Action item —
Consider the entries below. Count the lines holding the string "calls" and state the number only.

··· Source data

"""A region of source parameters, and the uniform measure points are drawn from.

Component-mass and aligned-spin ranges, with optional total-mass and mass-ratio cuts.
"""

from __future__ import annotations

import math
from dataclasses import dataclass

import numpy as np

from .._validate import real_scalar

__all__ = ["Region", "heavier_first"]

_SPIN_LIMIT = 1.0


def _range(name: str, value, *, positive: bool = False, spin: bool = False) -> tuple[float, float]:
    try:
        lo, hi = value
    except (TypeError, ValueError):
        raise ValueError(f"{name} must be a (lo, hi) pair, got {value!r}") from None
    lo = real_scalar(f"{name}[0]", lo)
    hi = real_scalar(f"{name}[1]", hi)
    if not (math.isfinite(lo) and math.isfinite(hi)):
        raise ValueError(f"{name} must be finite, got {value!r}")
    if hi < lo:
        raise ValueError(f"{name} is inverted: lo={lo!r} > hi={hi!r}")
    if positive and lo <= 0:
        raise ValueError(f"{name} must be positive (solar masses), got {value!r}")
    if spin and not (-_SPIN_LIMIT < lo and hi < _SPIN_LIMIT):
        raise ValueError(f"{name} must lie inside (-1, 1), got {value!r}")
    return lo, hi


def _chirp_times(m1, m2):
    """``(1 / (eta M^(5/3)), 1 / (eta M^(2/3)))``: the chirp times tau0, tau3 without their constant factors."""
    total = m1 + m2
    eta = m1 * m2 / (total * total)
    return 1.0 / (eta * total ** (5.0 / 3.0)), 1.0 / (eta * total ** (2.0 / 3.0))


def _draw_until(n: int, draw, attempts: int):
    """Return the first ``n`` binaries kept from calls of ``draw()``, heavier first.

    ``draw()`` returns binaries ``(m1, m2, chi1, chi2)`` and a mask of those to keep; it
    is called until ``n`` are kept or ``attempts`` calls are made.
    """
    parts, have = [], 0
    for _ in range(attempts):
        drawn, keep = draw()
        parts.append(tuple(x[keep] for x in drawn))
        have += int(keep.sum())
        if have >= n:
            break
    drawn = np.stack([np.concatenate([p[i] for p in parts])[:n] for i in range(4)])
    return tuple(heavier_first(drawn))


def heavier_first(p: np.ndarray) -> np.ndarray:
    """Label binaries so the first component is the heavier, the spins following their masses.

    Parameters
    ----------
    p : ndarray, shape (4, n)
        Rows ``m1, m2, chi1, chi2``.

    Returns
    -------
    ndarray, shape (4, n)
        A new array; TaylorF2 templates do not depend on the labelling.

    Examples
    --------
    >>> import numpy as np
    >>> from chirpsift.bank.region import heavier_first
    >>> heavier_first(np.array([[1.0], [2.0], [0.1], [0.2]]))[:, 0].tolist()
    [2.0, 1.0, 0.2, 0.1]
    """
    p = np.array(p, dtype=np.float64)
    swap = p[1] > p[0]
    p[[0, 1]] = np.where(swap, p[[1, 0]], p[[0, 1]])
    p[[2, 3]] = np.where(swap, p[[3, 2]], p[[2, 3]])
    return p


@dataclass(frozen=True)
class Region:
    """A region of binaries: ``m1``, ``m2`` in ranges, aligned spins ``chi1``, ``chi2`` in ranges.

    Parameters
    ----------
    m1, m2 : (float, float)
        Component-mass ranges (solar masses). A binary is in the region when its masses,
        in either labelling, fall in them (with the spins labelled alike).
    chi1, chi2 : (float, float), optional
        Ranges of the dimensionless spin components along the orbital angular momentum,
        inside (-1, 1). Default (0, 0): non-spinning.
    mtotal : (float, float), optional
        Total-mass cut (solar masses).
    mass_ratio : (float, float), optional
        Cut on ``q = m_heavier / m_lighter >= 1``.

    Raises
    ------
    ValueError
        An empty, inverted or non-finite range, a non-positive mass, a spin bound outside
        (-1, 1), or cuts that leave nothing of the mass box.

    Examples
    --------
    >>> from chirpsift.bank import Region
    >>> r = Region(m1=(1.0, 3.0), m2=(1.0, 3.0))
    >>> r.spinning
    False
    >>> m1, m2, chi1, chi2 = r.sample(4, seed=0)
    >>> bool(((m1 >= 1) & (m1 <= 3)).all())
    True
    """

    m1: tuple[float, float]
    m2: tuple[float, float]
    chi1: tuple[float, float] = (0.0, 0.0)
    chi2: tuple[float, float] = (0.0, 0.0)
    mtotal: tuple[float, float] | None = None
    mass_ratio: tuple[float, float] | None = None

    def __post_init__(self):
        object.__setattr__(self, "m1", _range("m1", self.m1, positive=True))
        object.__setattr__(self, "m2", _range("m2", self.m2, positive=True))
        object.__setattr__(self, "chi1", _range("chi1", self.chi1, spin=True))
        object.__setattr__(self, "chi2", _range("chi2", self.chi2, spin=True))
        if self.mtotal is not None:
            object.__setattr__(self, "mtotal", _range("mtotal", self.mtotal, positive=True))
        if self.mass_ratio is not None:
            q = _range("mass_ratio", self.mass_ratio, positive=True)
            if q[1] < 1.0:
                raise ValueError(f"mass_ratio is m_heavier / m_lighter >= 1, got {self.mass_ratio!r}")
            object.__setattr__(self, "mass_ratio", q)
        m1, m2, _, _ = self.sample(4096, seed=0, strict=False)
        if m1.size == 0:
            raise ValueError(f"the cuts mtotal={self.mtotal!r} and mass_ratio={self.mass_ratio!r} leave nothing of "
                             f"m1={self.m1!r}, m2={self.m2!r}")

    @property
    def spinning(self) -> bool:
        """Whether any spin range has width."""
        return self.chi1 != (0.0, 0.0) or self.chi2 != (0.0, 0.0)

    @property
    def total_mass_range(self) -> tuple[float, float]:
        """Smallest and largest total mass in the region (solar masses)."""
        lo, hi = self.m1[0] + self.m2[0], self.m1[1] + self.m2[1]
        if self.mtotal is not None:
            lo, hi = max(lo, self.mtotal[0]), min(hi, self.mtotal[1])
        return lo, hi

    def _cuts(self, a: np.ndarray, b: np.ndarray) -> np.ndarray:
        ok = np.ones(a.shape, dtype=bool)
        if self.mtotal is not None:
            t = a + b
            ok &= (t >= self.mtotal[0]) & (t <= self.mtotal[1])
        if self.mass_ratio is not None:
            q = np.maximum(a, b) / np.minimum(a, b)
            ok &= (q >= self.mass_ratio[0]) & (q <= self.mass_ratio[1])
        return ok

    def contains(self, m1, m2, chi1=0.0, chi2=0.0) -> np.ndarray:
        """Whether binaries are in the region, in either labelling of their components."""
        m1, m2, chi1, chi2 = np.broadcast_arrays(*(np.asarray(x, dtype=np.float64) for x in (m1, m2, chi1, chi2)))

        def inside(a, b, sa, sb):
            return ((a >= self.m1[0]) & (a <= self.m1[1]) & (b >= self.m2[0]) & (b <= self.m2[1])
                    & (sa >= self.chi1[0]) & (sa <= self.chi1[1]) & (sb >= self.chi2[0]) & (sb <= self.chi2[1]))

        return (inside(m1, m2, chi1, chi2) | inside(m2, m1, chi2, chi1)) & self._cuts(m1, m2)

    def sample(self, n: int, *, seed=0, strict: bool = True):
        """Draw binaries uniformly in component masses and spins, then apply the cuts.

        Parameters
        ----------
        n : int
            Number of binaries wanted.
        seed : int or numpy.random.Generator, optional
            Random state; the same seed gives the same points.
        strict : bool, optional
            Keep drawing until ``n`` binaries pass the cuts (default); otherwise return
            those of one draw of ``n``.

        Returns
        -------
        m1, m2, chi1, chi2 : ndarray
            Each of length ``n`` (``strict``), labelled so ``m1 >= m2`` (spins alike).
        """
        rng = seed if isinstance(seed, np.random.Generator) else np.random.default_rng(seed)

        def draw():
            a = rng.uniform(*self.m1, n)
            b = rng.uniform(*self.m2, n)
            sa = rng.uniform(*self.chi1, n)
            sb = rng.uniform(*self.chi2, n)
            return (a, b, sa, sb), self._cuts(a, b)

        return _draw_until(n, draw, 1000 if strict else 1)

    def sample_in_chirp_times(self, n: int, *, seed=0):
        """Draw binaries uniformly in the chirp times ``(tau0, tau3)`` and spins, inside the region.

        The chirp times (Sathyaprakash 1994, PRD 50, R7111; citation from memory) are, up to constant factors,
        ``u = 1 / (eta M^(5/3))`` and ``v = 1 / (eta M^(2/3))``; the non-spinning metric is
        nearly constant in them, so points uniform in them are near uniform in the
        template space's volume, where points uniform in the component masses leave the
        light corner, which holds much of that volume in little mass area, thinly drawn.
        Draws ``(u, v)`` uniformly over the bounds of the region's image (its extremes lie
        on the mass box's boundary: neither has a stationary point inside), maps them to
        masses, labels the pair either way at random with each spin uniform in its range,
        and keeps what lies in the region.

        Parameters
        ----------
        n : int
            Number of binaries.
        seed : int or numpy.random.Generator, optional

        Returns
        -------
        m1, m2, chi1, chi2 : ndarray
            Each of length ``n``, labelled so ``m1 >= m2`` (spins alike).
        """
        rng = seed if isinstance(seed, np.random.Generator) else np.random.default_rng(seed)
        edge = np.linspace(0.0, 1.0, 1025)
        (a0, a1), (b0, b1) = self.m1, self.m2
        box_a = np.concatenate([a0 + (a1 - a0) * edge, a0 + (a1 - a0) * edge, np.full(edge.size, a0),
                                np.full(edge.size, a1)])
        box_b = np.concatenate([np.full(edge.size, b0), np.full(edge.size, b1), b0 + (b1 - b0) * edge,
                                b0 + (b1 - b0) * edge])
        u_box, v_box = _chirp_times(box_a, box_b)
        (u_lo, u_hi), (v_lo, v_hi) = (u_box.min(), u_box.max()), (v_box.min(), v_box.max())

        def draw():
            u = rng.uniform(u_lo, u_hi, 4 * n)
            v = rng.uniform(v_lo, v_hi, 4 * n)
            total = v / u
            eta = 1.0 / (u * total ** (5.0 / 3.0))
            root = np.sqrt(np.clip(1.0 - 4.0 * eta, 0.0, None))
            heavy, light = 0.5 * total * (1.0 + root), 0.5 * total * (1.0 - root)
            swap = rng.random(4 * n) < 0.5
            a, b = np.where(swap, light, heavy), np.where(swap, heavy, light)
            sa = rng.uniform(*self.chi1, 4 * n)
            sb = rng.uniform(*self.chi2, 4 * n)
            return (a, b, sa, sb), (eta <= 0.25) & self.contains(a, b, sa, sb)

        return _draw_until(n, draw, 10_000)

    def as_dict(self) -> dict:
        """Return the region as plain lists (for file metadata and JSON)."""
        out = {"m1": list(self.m1), "m2": list(self.m2), "chi1": list(self.chi1), "chi2": list(self.chi2)}
        if self.mtotal is not None:
            out["mtotal"] = list(self.mtotal)
        if self.mass_ratio is not None:
            out["mass_ratio"] = list(self.mass_ratio)
        return out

······

Response —
2